In a new study involving rats, researchers at Boston University monitored neurons in the hippocampus, the center of memory and learning. Howard Eichenbaum and colleagues trained rats to perform a three-part task, which included a delay in the middle, reports ScienceNow. They learned to associate an object with an scent (a ball with oregano, for instance), and then they were presented with the object. The rats entered a separate chamber for 10 seconds, after which a doorway led them to a flowerpot full of scented sand. If the scent was the same as the object they’d been shown, the rats would dig for a food reward. The 10-second delay was at the heart of the study.

Eichenbaum et. al surgically implanted electrodes in the rats’ hippocampus, and monitored signals from 300 distinct neurons as the rats completed their work. During the delay, the researchers watched about a third of the cells continue to fire in a cascading pattern — suggesting the neurons were keeping track as time went by.

The hippocampus is known to have “place cells,” which keep track of locations and recalibrate when spatial cues are altered, the authors write.
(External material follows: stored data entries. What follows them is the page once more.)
/**
 * The band model: molecule shape, band type and the constants of both vibrational states.
 * Every energy-like number is in cm^-1; temperatures are in K.
 *
 * Naming follows the model file of the headless contract, so a fit parameter key is simply
 * `lower.<name>` or `upper.<name>`.
 */

/** Shape of the rotor: prolate (unique constant A) or oblate (unique constant C) symmetric top, or linear. */
export type TopShape = 'prolate' | 'oblate' | 'linear';

/** Band type: parallel (ΔK = 0, Σ–Σ for a linear molecule) or perpendicular (ΔK = ±1, Π–Σ for linear). */
export type BandType = 'parallel' | 'perpendicular';

/** Every constant a state may carry, by model-file name. */
export const PARAMETER_NAMES = ['origin', 'B', 'A', 'C', 'DJ', 'DJK', 'DK', 'HJ', 'HJK', 'HKJ', 'HK', 'zeta', 'q'] as const;

/** A constant's model-file name. */
export type ParameterName = (typeof PARAMETER_NAMES)[number];

/**
 * Constants of one vibrational state, all in cm^-1 except the dimensionless Coriolis ζ.
 * An absent constant is 0. `A` is used for prolate tops and `C` for oblate tops; `origin`,
 * `zeta` and `q` (l-type doubling of a linear Π state) belong to the upper state only.
 */
export type StateConstants = Record<ParameterName, number>;

/** The full band model (plain data, serialisable). */
export interface BandModel {
  shape: TopShape;
  band: BandType;
  lower: StateConstants;
  upper: StateConstants;
  /** Rotational temperature, K. */
  temperatureK: number;
  /** Largest lower-state J'' enumerated. */
  jMax: number;
  /** Largest lower-state K'' enumerated (0 is used for a linear molecule). */
  kMax: number;
  /** Nuclear-spin statistical weights: g(K'') = spinWeights[K'' mod spinWeights.length]. */
  spinWeights: number[];
}

/** A state with every constant 0. */
export function stateConstantsZero(): StateConstants {
  const s = {} as StateConstants;
  for (const name of PARAMETER_NAMES) s[name] = 0;
  return s;
}

/** Fill absent constants with 0. */
export function stateConstantsFrom(partial: Partial<StateConstants>): StateConstants {
  return { ...stateConstantsZero(), ...partial };
}

/**
 * The unique-axis rotational constant of a state: A for a prolate top, C for an oblate top,
 * 0 for a linear molecule (cm^-1).
 */
export function stateUniqueConstant(state: StateConstants, shape: TopShape): number {
  if (shape === 'prolate') return state.A;
  if (shape === 'oblate') return state.C;
  return 0;
}

/** Model-file name of the unique-axis constant for a shape ('A', 'C', or null for linear). */
export function shapeUniqueName(shape: TopShape): 'A' | 'C' | null {
  return shape === 'prolate' ? 'A' : shape === 'oblate' ? 'C' : null;
}

/**
 * Columnar list of transitions (one entry per distinct line), so the buffers can be transferred
 * to a worker without copying. Entry i is the line J''(K'') → J'(K').
 */
export interface LineList {
  count: number;
  /** J' of the upper level. */
  jUpper: Int32Array;
  /** K' of the upper level (unsigned; for a linear Π state this is |l| = 1). */
  kUpper: Int32Array;
  /** J'' of the lower level. */
  jLower: Int32Array;
  /** K'' of the lower level (unsigned). */
  kLower: Int32Array;
  /** K' − K'': −1, 0 or +1. */
  deltaK: Int8Array;
  /** J' − J'': −1 (P), 0 (Q) or +1 (R). */
  deltaJ: Int8Array;
  /** Line position, cm^-1. */
  wavenumberCm1: Float64Array;
  /** Relative intensity, strongest line of the band = 1. */
  intensity: Float64Array;
  /** Lower-state term value F''(J'', K''), cm^-1. */
  eLowerCm1: Float64Array;
  /** Hönl–London factor of the line (dimensionless). */
  honlLondon: Float64Array;
}

/** Quantum numbers of one transition, as assignments and line tables carry them. */
export interface TransitionQuanta {
  jUpper: number;
  kUpper: number;
  jLower: number;
  kLower: number;
}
In the same way, the time neurons continued to fire when the researchers lengthened the delay, “retiming” when temporal cues are altered. The hippocampus is considered the brain’s memory center, so it makes sense that there would be some mechanism for monitoring the variables that memory depends upon.

The neurons kept track of time in varying tests, but their firing patterns and the specific groups involved changed slightly, depending on which object was presented. This shows the neurons disambiguate different events, the researchers say: “(They) compose unique, temporally organized representations of specific experiences.” The research is reported in the journal Neuron.